DTA was originally mined from wikimedia commons and Textgrid was mined from zeno.org. While DTA is curated quite decently (including faksimiles) with mostly reliable annotation and only a handful of OCR mistakes, it does not really offer any breadth regarding a comprehensive picture of New High German poetry. However, in combination with Textgrid, we get decent coverage of the New High German period. This point will be discussed below with the histogram under 'Composition'.

The poetry in DTA is organized in whole books (editions), typically comprising collections of a single author with a proper book title. In contrast, Textgrid poems are each fairly independent and well distributed over time, where most poems contain their individual publication date (rather than sharing their time stamps with all other poems from its publication).

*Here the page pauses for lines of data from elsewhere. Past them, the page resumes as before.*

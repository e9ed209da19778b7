#include "config.h"

#include "cw-render.h"

/* The geometry table (data/geometry.json) for the drawings and the report when the caller has
 * none of its own: loaded on first use and kept for the life of the process, as the tables are
 * read-only. A failed load is retried on the next call, so each caller gets its own error. */

static GMutex          geometry_lock;
static CwGeometryData *geometry;

const CwGeometryData *
cw_render_default_geometry (GError **error)
{
  CwGeometryData *gd;

  g_mutex_lock (&geometry_lock);
  if (geometry == NULL)
    geometry = cw_geometry_data_new_from_dir (NULL, error);
  gd = geometry;
  g_mutex_unlock (&geometry_lock);
  return gd;
}
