#include "config.h"

#include <glib/gi18n-lib.h>
#include <math.h>
#include <string.h>

#include "cw-figures.h"
#include "cw-render-private.h"

/* The one-page report: everything measured first as a page scene, figures drawn into the room
 * left over, so it always fits one page. */

#define MARGIN 40.0
#define BODY 8.5
#define SMALL 7.0

typedef struct
{
  CwScene   *page;
  double     x, y, w; /* text column */
  GPtrArray *sources; /* distinct source strings, borrowed; the index + 1 is the reference number */
} Report;

static int
source_ref (Report *r, const char *source)
{
  if (source == NULL || *source == '\0')
    return 0;
  for (guint i = 0; i < r->sources->len; i++)
    if (strcmp (g_ptr_array_index (r->sources, i), source) == 0)
      return (int) i + 1;
  g_ptr_array_add (r->sources, (gpointer) source);
  return (int) r->sources->len;
}

static double
text (Report *r, const char *markup, double size, gboolean bold, double x, double y)
{
  return cw_scene_text (r->page, CW_ROLE_CAPTION, CW_INK_TEXT, markup, size, bold, x, y)->box.h;
}

static double
para (Report *r, const char *markup, double size, CwInk ink, double y)
{
  return cw_scene_paragraph (r->page, CW_ROLE_CAPTION, ink, markup, size, r->x, y, r->w)->box.h;
}

static double
header (Report *r, const CwDocument *doc, const CwAnalysis *an)
{
  const CwMolecule *mol = cw_document_peek_molecule (doc);
  g_autofree char  *summary = cw_molecule_dup_summary (mol);
  g_autofree char  *config = cw_molecule_dup_configuration (mol);
  const char       *title = cw_document_get_title (doc);
  g_autofree char  *t = g_markup_escape_text (title && *title ? title : summary, -1);
  g_autoptr (GDateTime) now = g_date_time_new_now_local ();
  g_autofree char *date = g_date_time_format (now, "%Y-%m-%d");
  g_autofree char *temp = cw_format_temperature (an->temperature, CW_TUNIT_KELVIN);
  g_autofree char *tc = cw_format_temperature (an->temperature, CW_TUNIT_CELSIUS);
  gboolean         titled = title && *title;
  g_autofree char *sub = g_markup_printf_escaped (_("%s%s%s%sT = %s (%s) · %s solvent class"),
                                                     titled ? summary : "", titled ? " · " : "",
                                                     config ? config : "", config && *config ? " · " : "",
                                                     temp, tc, cw_solvent_to_string (an->solvent));
  double           y = r->y;
  CwPrim          *d;

  y += text (r, t, 17, TRUE, r->x, y) + 2;
  y += text (r, sub, 9.5, FALSE, r->x, y) + 2;
  d = cw_scene_text_at (r->page, CW_ROLE_CAPTION, CW_INK_MUTED, date, 9, FALSE, r->x + r->w, r->y + 4, 1, 0);
  (void) d;
  cw_scene_line (r->page, CW_ROLE_NONE, CW_INK_GRID, r->x, y + 2, r->x + r->w, y + 2, 0.8);
  return y + 6 - r->y;
}

static double
results (Report *r, const CwAnalysis *an, CwEnergyUnit unit)
{
  g_autofree char *dg = cw_render_format_energy (an->delta_g, unit);
  g_autofree char *sg = cw_render_format_energy (an->sigma, unit);
  g_autofree char *k = cw_render_format_k (an->K);
  g_autofree char *bar = cw_render_format_energy (an->barrier, unit);
  g_autofree char *line = NULL;
  g_autofree char *rate = cw_render_format_k (an->major == 1 ? an->k_reverse : an->k_forward);
  char            *p[2][3];
  double           h;

  for (int c = 0; c < 2; c++)
    {
      double lo = MIN (an->pop_low[c], an->pop_high[c]), hi = MAX (an->pop_low[c], an->pop_high[c]);
      p[c][0] = cw_render_format_percent (an->pop[c]);
      p[c][1] = cw_render_format_percent (lo);
      p[c][2] = cw_render_format_percent (hi);
    }
  line = g_strdup_printf (_("<b>Δ<i>G</i>° = %s ± %s %s</b> (G(chair 2) − G(chair 1), ±1σ) · <b><i>K</i> = %s</b> · "
                            "chair 1: <b>%s %%</b> (%s–%s %%), chair 2: <b>%s %%</b> (%s–%s %%) for Δ<i>G</i>° ± 2σ · "
                            "ring inversion from the major chair: Δ<i>G</i><sup>‡</sup> ≈ %s %s, <i>k</i> ≈ %s s<sup>−1</sup>"),
                             dg, sg, cw_energy_unit_symbol (unit), k, p[0][0], p[0][1], p[0][2], p[1][0], p[1][1],
                             p[1][2], bar, cw_energy_unit_symbol (unit), rate);
  h = para (r, line, 9.5, CW_INK_TEXT, r->y);
  for (int c = 0; c < 2; c++)
    for (int j = 0; j < 3; j++)
      g_free (p[c][j]);
  return h;
}

typedef struct
{
  const CwTerm *t[2];
} Row;

static void
collect_rows (const CwAnalysis *an, GArray *rows)
{
  for (int c = 0; c < 2; c++)
    for (int i = 0; i < an->chair[c].n_terms; i++)
      {
        const CwTerm *t = &an->chair[c].terms[i];
        gboolean      merged = FALSE;

        for (guint j = 0; j < rows->len && !merged; j++)
          {
            Row          *row = &g_array_index (rows, Row, j);
            const CwTerm *o = row->t[0] ? row->t[0] : row->t[1];

            if (row->t[c] == NULL && o->kind == t->kind && o->sub_a == t->sub_a && o->sub_b == t->sub_b)
              row->t[c] = t, merged = TRUE;
          }
        if (!merged)
          {
            Row row = { { NULL, NULL } };
            row.t[c] = t;
            g_array_append_val (rows, row);
          }
      }
}

static double
cell (Report *r, const char *markup, double x, double y, double ax, gboolean bold)
{
  return cw_scene_text_at (r->page, CW_ROLE_CAPTION, CW_INK_TEXT, markup, BODY, bold, x, y, ax, 0)->box.h;
}

static double
term_table (Report *r, const CwMolecule *mol, const CwAnalysis *an, CwEnergyUnit unit)
{
  g_autoptr (GArray) rows = g_array_new (FALSE, FALSE, sizeof (Row));
  double           c1 = r->x + 300, c2 = r->x + 360, cs = r->x + 385, y = r->y, lh;
  g_autofree char *h0 = g_strdup_printf (_("Term (energies in %s)"), cw_energy_unit_symbol (unit));

  collect_rows (an, rows);
  lh = cell (r, h0, r->x, y, 0, TRUE);
  cell (r, _("chair 1"), c1, y, 1, TRUE);
  cell (r, _("chair 2"), c2, y, 1, TRUE);
  cell (r, _("Source"), cs, y, 0, TRUE);
  y += lh + 1;
  cw_scene_line (r->page, CW_ROLE_NONE, CW_INK_GRID, r->x, y, r->x + r->w, y, 0.6);
  y += 2;
  if (rows->len == 0)
    y += cell (r, _("no terms: both chairs are unstrained"), r->x, y, 0, FALSE) + 1;
  for (guint i = 0; i < rows->len; i++)
    {
      Row             *row = &g_array_index (rows, Row, i);
      const CwTerm    *t = row->t[0] ? row->t[0] : row->t[1];
      g_autofree char *label = cw_term_dup_label (t, mol);
      g_autofree char *esc = g_markup_printf_escaped ("%s%s", label, t->estimated ? _(" (estimate)") : "");
      g_autofree char *src = g_strdup_printf ("[%d]%s", source_ref (r, t->source),
                                              t->temperature_dependent ? _(" from ΔH°, ΔS°") : "");

      lh = cell (r, esc, r->x, y, 0, FALSE);
      for (int c = 0; c < 2; c++)
        {
          g_autofree char *v = row->t[c] ? cw_render_format_energy (row->t[c]->energy, unit) : g_strdup ("–");
          cell (r, v, c == 0 ? c1 : c2, y, 1, FALSE);
        }
      cell (r, src, cs, y, 0, FALSE);
      y += lh + 1;
    }
  cw_scene_line (r->page, CW_ROLE_NONE, CW_INK_GRID, r->x, y, r->x + r->w, y, 0.6);
  y += 2;
  for (int c = 0; c < 2; c++)
    {
      g_autofree char *v = cw_render_format_energy (an->chair[c].energy, unit);
      g_autofree char *b = g_strdup_printf ("<b>%s</b>", v);
      lh = cell (r, b, c == 0 ? c1 : c2, y, 1, FALSE);
    }
  cell (r, _("<b>total (chair energy above an unstrained chair)</b>"), r->x, y, 0, FALSE);
  return y + lh - r->y;
}

static double
flags (Report *r, const CwMolecule *mol, const CwAnalysis *an, CwEnergyUnit unit)
{
  double y = r->y;

  for (int i = 0; i < an->n_flags; i++)
    {
      g_autofree char *msg = cw_flag_dup_message (&an->flags[i], mol, unit);
      g_autofree char *m = g_markup_printf_escaped ("⚠ %s", msg ? msg : "");

      y += para (r, m, BODY, CW_INK_TEXT, y) + 1;
    }
  return y - r->y;
}

static void
ring_sources (Report *r, const CwData *data)
{
  const CwRingEnergetics *ring = cw_interaction_table_get_ring (data->interactions);

  if (ring == NULL)
    return;
  source_ref (r, ring->half_chair.source);
  source_ref (r, ring->twist_boat.source);
  source_ref (r, ring->boat.source);
}

static double
sources (Report *r, double size)
{
  GString *s = g_string_new (NULL);
  double   h;

  g_string_append_printf (s, "<b>%s</b> ", _("Sources."));
  for (guint i = 0; i < r->sources->len; i++)
    {
      g_autofree char *esc = g_markup_escape_text (g_ptr_array_index (r->sources, i), -1);
      g_string_append_printf (s, "[%u] %s  ", i + 1, esc);
    }
  g_string_append_printf (s, "[%u] %s", r->sources->len + 1,
                          _("Gas constant R = 8.314462618 J/(mol·K), CODATA 2018; 1 kcal = 4.184 kJ."));
  h = para (r, s->str, size, CW_INK_TEXT, r->y);
  g_string_free (s, TRUE);
  return h;
}

static void
draw_figure_at (cairo_t *cr, CwFigure fig, const CwData *data, const CwMolecule *mol, const CwAnalysis *an, const CwRenderOptions *opt, double x, double y, double w, double h)
{
  cairo_save (cr);
  cairo_translate (cr, x, y);
  cw_render_figure (cr, fig, data, mol, an, opt, w, h);
  cairo_restore (cr);
}

typedef struct
{
  double row1, row2; /* figure row heights */
  double row1_y, row2_y;
} Rows;

/* Lays out the text of the page around two figure rows of the given heights; returns the
 * height used. */
static double
build_page (Report *r, const CwData *data, const CwDocument *doc, const CwAnalysis *an, Rows *rows, double sources_size)
{
  const CwMolecule *mol = cw_document_peek_molecule (doc);
  CwEnergyUnit      unit = cw_document_get_energy_unit (doc);
  double            top = r->y;
  g_autofree char  *caution = g_markup_escape_text (cw_caution_text (), -1);
  g_autofree char  *caution_m = g_strdup_printf ("<b>%s</b> %s", _("Caution."), caution);
  CwPrim           *box;
  double            h;

  r->y += header (r, doc, an);
  rows->row1_y = r->y;
  r->y += rows->row1 + 4;
  r->y += results (r, an, unit) + 6;
  r->y += term_table (r, mol, an, unit) + 8;
  rows->row2_y = r->y;
  r->y += rows->row2 + 4;
  r->y += flags (r, mol, an, unit) + 4;
  ring_sources (r, data);
  r->y += sources (r, sources_size) + 6;
  box = cw_scene_add (r->page, CW_PRIM_RECT, CW_ROLE_NONE, CW_INK_TEXT);
  r->y += 4;
  h = para (r, caution_m, BODY + 0.5, CW_INK_TEXT, r->y);
  box->x0 = r->x - 4;
  box->y0 = r->y - 4;
  box->x1 = r->w + 8;
  box->y1 = h + 8;
  box->line_width = 0.8;
  r->y += h + 6;
  return r->y - top;
}

void
cw_render_report (cairo_t *cr, const CwData *data, const CwDocument *doc, const CwAnalysis *an, double width, double height)
{
  Report          r = { NULL, MARGIN, MARGIN, width - 2 * MARGIN, NULL };
  Rows            rows = { 0 };
  CwRenderOptions opt;
  double          room, text_h, size = SMALL;
  g_autoptr (GDateTime) now = g_date_time_new_now_local ();
  g_autofree char  *date = g_date_time_format (now, "%Y-%m-%d %H:%M");
  g_autofree char  *footer = g_strdup_printf ("Chairwise %s · %s", PACKAGE_VERSION, date);
  const CwMolecule *mol = cw_document_peek_molecule (doc);

  cw_render_options_init (&opt);
  opt.unit = cw_document_get_energy_unit (doc);
  opt.temperature_unit = cw_document_get_temperature_unit (doc);
  /* Pass 1: text only, to learn how much room the figures get. */
  for (;;)
    {
      r.page = cw_scene_new (width, height);
      r.sources = g_ptr_array_new ();
      r.y = MARGIN;
      text_h = build_page (&r, data, doc, an, &rows, size);
      cw_scene_free (r.page);
      g_ptr_array_unref (r.sources);
      room = height - 2 * MARGIN - 14 - text_h;
      if (room >= 220 || size <= 5.0)
        break;
      size -= 0.5; /* a long source list: smaller print before smaller figures */
    }
  rows.row1 = MIN (200, MAX (60, room * 0.55));
  rows.row2 = MIN (175, MAX (50, room - rows.row1));
  r.page = cw_scene_new (width, height);
  r.sources = g_ptr_array_new ();
  r.y = MARGIN;
  build_page (&r, data, doc, an, &rows, size);
  cw_scene_text_at (r.page, CW_ROLE_CAPTION, CW_INK_MUTED, footer, SMALL, FALSE, width / 2, height - MARGIN + 10,
                    0.5, 0);

  cairo_save (cr);
  cairo_set_source_rgb (cr, 1, 1, 1);
  cairo_paint (cr);
  cw_scene_paint (r.page, cr, FALSE);
  draw_figure_at (cr, CW_FIGURE_STRUCTURE, data, mol, an, &opt, r.x, rows.row1_y, rows.row1, rows.row1);
  draw_figure_at (cr, CW_FIGURE_CHAIRS, data, mol, an, &opt, r.x + rows.row1 + 6, rows.row1_y,
                  r.w - rows.row1 - 6, rows.row1);
  draw_figure_at (cr, CW_FIGURE_PROFILE, data, mol, an, &opt, r.x, rows.row2_y, r.w / 2 - 4, rows.row2);
  draw_figure_at (cr, CW_FIGURE_SCAN, data, mol, an, &opt, r.x + r.w / 2 + 4, rows.row2_y, r.w / 2 - 4, rows.row2);
  cairo_restore (cr);
  cw_scene_free (r.page);
  g_ptr_array_unref (r.sources);
}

Not all of the texts under consideration were written in the German language. The actual corpus sizes after filtering can be inspected in the Table above. It should be noted that the entire DTA corpus (not restricted to genre label 'Lyrik') contains a total of 40,077 line groups that look like poems, but without the proper genre labels (e.g., appearing in the genre ‘science’), poems are likely embedded within other texts (by quotation, e.g., for criticism) and might not come with proper meta-data. Still, we kept DTA books that had no proper author name, but only author information 'N.A.'. In these cases, we annotated the author name 'Various', indicating anthologies with multiple contributing authors. You might want to remove these for authorship attribution studies.

Unfortunately, it is not always clear from the Textgrid XML in which context a poem was published, as each poem comes with its own TEI P5 header, sometimes with adequate information, sometimes without it. Furthermore, titles (text headers) in Textgrid are not always correctly annotated (though DTA is not perfect here either), and there is no reference URN (of which DTA makes use to refer back to wikimedia). Additionally, it is not always clear if a Textgrid poem is actually just a stanza, since other poems with the same title exist (e.g., for Möricke).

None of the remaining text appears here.